> **Work request**
What is needed is the number of lines below that contain the word "cssSelector", with no other output.

> **Exercise materials**
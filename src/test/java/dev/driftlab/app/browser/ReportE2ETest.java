package dev.driftlab.app.browser;

import static org.assertj.core.api.Assertions.assertThat;

import java.net.http.HttpResponse;
import java.util.List;
import org.apache.pdfbox.Loader;
import org.apache.pdfbox.pdmodel.PDDocument;
import org.apache.pdfbox.text.PDFTextStripper;
import org.junit.jupiter.api.AfterEach;
import org.junit.jupiter.api.BeforeEach;
import org.junit.jupiter.api.Tag;
import org.junit.jupiter.api.Test;
import org.openqa.selenium.By;
import org.openqa.selenium.WebDriver;
import org.openqa.selenium.WebElement;
import org.springframework.boot.test.context.SpringBootTest;
import org.springframework.boot.test.web.server.LocalServerPort;

/**
 * The recovery report of the sample kidnap batch in a real browser: the episode, the Wilson
 * interval, the gate verdicts, the key frames; then the PDF download has the same text.
 */
@Tag("e2e")
@SpringBootTest(webEnvironment = SpringBootTest.WebEnvironment.RANDOM_PORT)
class ReportE2ETest {

    @LocalServerPort
    int port;

    private WebDriver browser;

    @BeforeEach
    void open() {
        browser = Browser.open(1280, 800);
    }

    @AfterEach
    void close() {
        if (browser != null) {
            browser.quit();
        }
    }

    @Test
    void batchReport_showsEpisodesIntervalVerdicts_andThePdfSaysTheSame() throws Exception {
        KidnapRuns.Pair runs = KidnapRuns.on(port);
        String base = "http://localhost:" + port;
        browser.get(base + "/r/" + runs.base() + "/play");
        browser.findElement(By.linkText("Batch report")).click();

        assertThat(browser.getCurrentUrl()).endsWith("/r/" + runs.base() + "/batch-report");
        String text = browser.findElement(By.tagName("body")).getText();
        assertThat(text)
                .contains("Kidnapped-robot recovery")
                .contains("Wilson")
                .contains("recovers")
                .contains("no injection")
                .contains("Paired comparison")
                .contains("Simulation results do not certify safety");
        List<WebElement> episodes = browser.findElements(By.cssSelector("tr.episode"));
        assertThat(episodes).hasSize(2);
        assertThat(episodes.get(0).getText()).contains("base").contains("85");
        assertThat(browser.findElements(By.cssSelector("td")).stream()
                        .map(WebElement::getText)
                        .anyMatch(t -> t.contains("pass") || t.contains("fail")))
                .isTrue();
        assertThat(browser.findElements(By.cssSelector("figure svg, .keyframes svg"))
                        .size())
                .isGreaterThanOrEqualTo(3);
        Browser.screenshot(browser, "report-batch");

        String pdfHref = browser.findElement(By.linkText("Download PDF")).getDomAttribute("href");
        HttpResponse<byte[]> pdf = KidnapRuns.getBytes(base + pdfHref);
        assertThat(pdf.statusCode()).isEqualTo(200);
        assertThat(pdf.headers().firstValue("Content-Type")).hasValue("application/pdf");
        try (PDDocument doc = Loader.loadPDF(pdf.body())) {
            String pdfText = new PDFTextStripper().getText(doc).replaceAll("\\s+", " ");
            assertThat(pdfText)
                    .contains("Storage hall")
                    .contains("Kidnapped-robot recovery")
                    .contains("recovers")
                    .contains("Simulation results do not certify safety");
        }
    }

    @Test
    void runReport_hasTheKidnapEpisodeAndAPermalink() throws Exception {
        KidnapRuns.Pair runs = KidnapRuns.on(port);
        browser.get("http://localhost:" + port + "/r/" + runs.base() + "/report");
        List<WebElement> episodes = browser.findElements(By.cssSelector("tr.episode"));
        assertThat(episodes).hasSize(1);
        assertThat(episodes.get(0).getText()).contains("85").containsAnyOf("recovered", " s");
        assertThat(browser.findElement(By.linkText("Permalink")).getDomAttribute("href"))
                .isEqualTo("/r/" + runs.base() + "/report");
        assertThat(browser.getPageSource()).contains("Key frames").contains("The run over time");
        Browser.screenshot(browser, "report-run");
    }
}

> **Exercise result**
4